How to Access CDF Columns in Python
To ensure the CDF columns are included when reading from a Delta table using the Python API, explicitly reference the relevant columns:
df_change = spark.read.option('readChangeFeed','True').option('startingVersion', 1).table(<source_table_name>)
df_change = df_change.select("*") # In some environments, this reveals the CDF columns
# Alternatively, explicitly select the columns if "*" doesn't work:
df_change = df_change.select(
"*",
"_change_type",
"_commit_timestamp",
"_commit_version"
)
If the columns still do not appear after using .select("*"), use .select() naming the columns directly as above. Ensure your environment is running on Databricks Runtime 9.0 or newer and that CDF is properly enabled for the Delta table.
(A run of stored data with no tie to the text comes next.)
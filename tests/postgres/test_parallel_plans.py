# SPDX-License-Identifier: MIT
# ctest-labels: postgres
"""Every almanac aggregate runs in parallel worker processes, with the serial plan's answers.

With parallel plans forced (max_parallel_workers_per_gather = 2,
parallel_setup_cost = parallel_tuple_cost = 0, min_parallel_table_scan_size = 0),
EXPLAIN (ANALYZE, VERBOSE) of each aggregate, plain and grouped by week, must
show a Finalize Aggregate above a Gather with workers launched and a Partial
Aggregate computing that aggregate; the answers must be bit-identical to those
of the same query with max_parallel_workers_per_gather = 0.
Sources: the plan shapes are PostgreSQL's own answers (EXPLAIN's JSON:
"Partial Mode", "Workers Launched", "Output"); the serial plan's answers are
the reference for the parallel plan's; that each aggregate is PARALLEL SAFE
with a combine function (and serial/deserial functions when its state is
internal) is read from PostgreSQL's catalogs pg_proc and pg_aggregate.
"""
import json

import pytest

import engine_answers
import seeded_sales
from pg_servers import almanac_server, explained_plan, plan_nodes, run

ROWS = 100_000
FORCE_PARALLEL = ("SET max_parallel_workers_per_gather = 2; SET parallel_setup_cost = 0; "
                  "SET parallel_tuple_cost = 0; SET min_parallel_table_scan_size = 0; "
                  "SET parallel_leader_participation = off")
SERIAL = "SET max_parallel_workers_per_gather = 0"
AGGREGATES = {  # name: a call over the seeded table
    "exact_sum": "exact_sum(amount)",
    "exact_sum(bigint)": "exact_sum(qty)",
    "moving_mean": "moving_mean(amount)",
    "moving_mean(min_values)": "moving_mean(amount, 50)",
    "median": "median(amount)",
    "mad": "mad(amount)",
    "resid_sd": "resid_sd(amount, x)",
    "slope_stderr": "slope_stderr(amount, x)",
    "ewma": "ewma(amount, x, 604800.0)",
    "ewma(timestamptz)": "ewma(amount, ts, '2 weeks')",
    "theil_sen_slope": "theil_sen_slope(amount, x)",
    "theil_sen_slope(season)": "theil_sen_slope(amount, x, dow)",
    "mann_kendall_p": "mann_kendall_p(amount, x)",
    "mann_kendall_p(season)": "mann_kendall_p(amount, x, dow)",
    "sparkline": "sparkline(amount, x)",
    "svg_line_chart": "svg_line_chart(x, amount, shop)",
    "svg_bar_chart": "svg_bar_chart(x, amount, shop)",
}
# Charts and Theil-Sen over every row would test size, not plans: they read
# sales_sample, every 20th row (a table of its own with its own statistics: a
# WHERE filter would make the planner guess its rows and skip partial aggregation).
SAMPLE = {"svg_line_chart", "svg_bar_chart", "theil_sen_slope", "theil_sen_slope(season)", "sparkline"}


@pytest.fixture(scope="module")
def pg():
    with almanac_server("parallel", seeded_sales.generate(ROWS, seed=5)) as connection:
        # Statistics on the weekly key, so the planner knows there are about 160 weeks,
        # not a group per row, and aggregates partially in the workers.
        connection.cursor().execute(
            "CREATE TABLE sales_sample AS SELECT * FROM sales WHERE id % 20 = 0; "
            "CREATE STATISTICS sales_week ON (period_floor(ts, 'week')) FROM sales; "
            "CREATE STATISTICS sales_sample_week ON (period_floor(ts, 'week')) FROM sales_sample; "
            "ANALYZE sales; ANALYZE sales_sample")
        yield connection


def test_every_aggregate_is_parallel_safe_with_a_combine_function(pg):
    rows = run(pg, "SELECT 1", """
        SELECT p.proname, pg_get_function_identity_arguments(p.oid), p.proparallel,
               a.aggcombinefn::oid <> 0, a.aggtranstype = 'internal'::regtype,
               a.aggserialfn::oid <> 0, a.aggdeserialfn::oid <> 0
        FROM pg_aggregate a JOIN pg_proc p ON p.oid = a.aggfnoid
        JOIN pg_depend d ON d.classid = 'pg_proc'::regclass AND d.objid = p.oid AND d.deptype = 'e'
        JOIN pg_extension e ON e.oid = d.refobjid AND e.extname = 'almanac'""")
    # source: PostgreSQL's catalogs; DESIGN: every aggregate PARALLEL SAFE with a combine function
    names = {row[0] for row in rows}
    assert {name.split("(")[0] for name in AGGREGATES} <= names, f"aggregates found: {sorted(names)}"
    for name, arguments, parallel, combine, internal, serial, deserial in rows:
        assert parallel == "s", f"{name}({arguments}) is not PARALLEL SAFE"
        assert combine, f"{name}({arguments}) has no combine function"
        if internal:
            assert serial and deserial, f"{name}({arguments}) has an internal state without serial/deserial functions"


@pytest.mark.parametrize("grouped", [False, True], ids=["whole table", "by week"])
@pytest.mark.parametrize("name", AGGREGATES)
def test_parallel_plan(pg, name, grouped):
    call = AGGREGATES[name]
    table = "sales_sample" if name in SAMPLE else "sales"
    if grouped:
        sql = f"SELECT period_floor(ts, 'week'), {call} FROM {table} GROUP BY 1 ORDER BY 1"
    else:
        sql = f"SELECT {call} FROM {table}"
    plan = explained_plan(pg, FORCE_PARALLEL, sql, options="ANALYZE, VERBOSE")
    every = list(plan_nodes(plan))
    # source: PostgreSQL's EXPLAIN; a parallel aggregate is Finalize above Gather above Partial
    finalize = [n for n in every if n.get("Partial Mode") == "Finalize"]
    partial = [n for n in every if n.get("Partial Mode") == "Partial"]
    gathers = [n for n in every if n["Node Type"] in ("Gather", "Gather Merge")]
    assert finalize and partial and gathers, f"{name}: no parallel aggregation in\n{json.dumps(plan, indent=1)}"
    function = name.split("(")[0]
    assert any(f"PARTIAL {function}(" in out for n in partial for out in n.get("Output", [])), \
        f"{name}: the Partial Aggregate does not compute it: {[n.get('Output') for n in partial]}"
    launched = sum(n.get("Workers Launched", 0) for n in gathers)
    assert launched >= 1, f"{name}: {launched} workers launched"
    parallel = run(pg, FORCE_PARALLEL, sql)
    serial = run(pg, SERIAL, sql)
    # oracle: the same query in a serial plan (max_parallel_workers_per_gather = 0)
    assert parallel and len(parallel) == len(serial)
    engine_answers.compare(f"{name} parallel against serial", serial, parallel)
Workaround and Best Practices
-
Use the SQL interface (table_changes) if you need a direct, complete result including CDF columns in DLT materialized views.
-
For Python, verify the dataframe schema with df_change.printSchema()—if CDF columns are missing, switch to explicit .select() or fallback to using a SQL query within Python (spark.sql("SELECT * FROM table_changes(...)")).
-
This behavior is subject to Databricks and Delta Lake updates; always refer to the current documentation for feature changes.
Quick Table Comparison
| Method |
Data Columns |
CDF Columns |
table_changes (SQL) |
Yes |
Yes |
spark.read option (Python API) |
Yes |
Usually No |
To reliably capture CDF columns in Python, stick to SQL-based approaches or check your DataFrame schema and select columns explicitly. This is a well-documented limitation and workaround in Databricks.